» Activity
Find the line that contains "from types import SimpleNamespace"; then retype it and each line after it, exactly, through the final line of the data below.

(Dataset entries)
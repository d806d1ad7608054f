"""Settings for the whole test run.

The suite never reads or writes the user's own cache folder: every test,
and every ``relaybench`` process a test starts, uses one temporary folder
made for this run (set before any test module imports ``emu``, since
importing it already builds a parser through the cache).
"""

from __future__ import annotations

import os
import shutil
import tempfile

CACHE_VARIABLE = "RELAYBENCH_CACHE"
"""``emu.cache.CACHE_VARIABLE``, written out: importing ``emu`` here would use the cache too early."""

_made: list[str] = []


def pytest_configure(config):
    folder = tempfile.mkdtemp(prefix="relaybench-test-cache-")
    _made.append(folder)
    os.environ[CACHE_VARIABLE] = folder


def pytest_unconfigure(config):
    for folder in _made:
        shutil.rmtree(folder, ignore_errors=True)
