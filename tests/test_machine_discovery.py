"""The engine properties find their machines: every file under emu/machines/ and tests/machines/."""

from __future__ import annotations

from types import SimpleNamespace

import pytest

from engine_support import MACHINE_FOLDERS, MACHINES, property_skip_reason, skip_unless_properties_run


def test_every_machine_file_in_both_folders_is_discovered():
    on_disk = {p.stem for folder in MACHINE_FOLDERS for p in folder.glob("*.toml")}
    assert {"ref8", "acc12"} <= on_disk
    assert set(MACHINES) == on_disk
    assert all(machine.path.endswith(f"{name}.toml") for name, machine in MACHINES.items())


def _machine(*halts: bool):
    return SimpleNamespace(name="sketch", instructions=[SimpleNamespace(drives_halt=h) for h in halts])


def test_a_machine_the_properties_cannot_run_on_is_skipped_with_the_reason():
    assert property_skip_reason(_machine(True, False)) is None
    assert property_skip_reason(_machine(False, False)) == "sketch has no instruction that drives halt"
    assert property_skip_reason(_machine(True)) == "sketch has only halting instructions"
    with pytest.raises(pytest.skip.Exception, match="no instruction that drives halt"):
        skip_unless_properties_run(_machine(False))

» Solution
from types import SimpleNamespace

import pytest

from engine_support import MACHINE_FOLDERS, MACHINES, property_skip_reason, skip_unless_properties_run


def test_every_machine_file_in_both_folders_is_discovered():
    on_disk = {p.stem for folder in MACHINE_FOLDERS for p in folder.glob("*.toml")}
    assert {"ref8", "acc12"} <= on_disk
    assert set(MACHINES) == on_disk
    assert all(machine.path.endswith(f"{name}.toml") for name, machine in MACHINES.items())


def _machine(*halts: bool):
    return SimpleNamespace(name="sketch", instructions=[SimpleNamespace(drives_halt=h) for h in halts])


def test_a_machine_the_properties_cannot_run_on_is_skipped_with_the_reason():
    assert property_skip_reason(_machine(True, False)) is None
    assert property_skip_reason(_machine(False, False)) == "sketch has no instruction that drives halt"
    assert property_skip_reason(_machine(True)) == "sketch has only halting instructions"
    with pytest.raises(pytest.skip.Exception, match="no instruction that drives halt"):
        skip_unless_properties_run(_machine(False))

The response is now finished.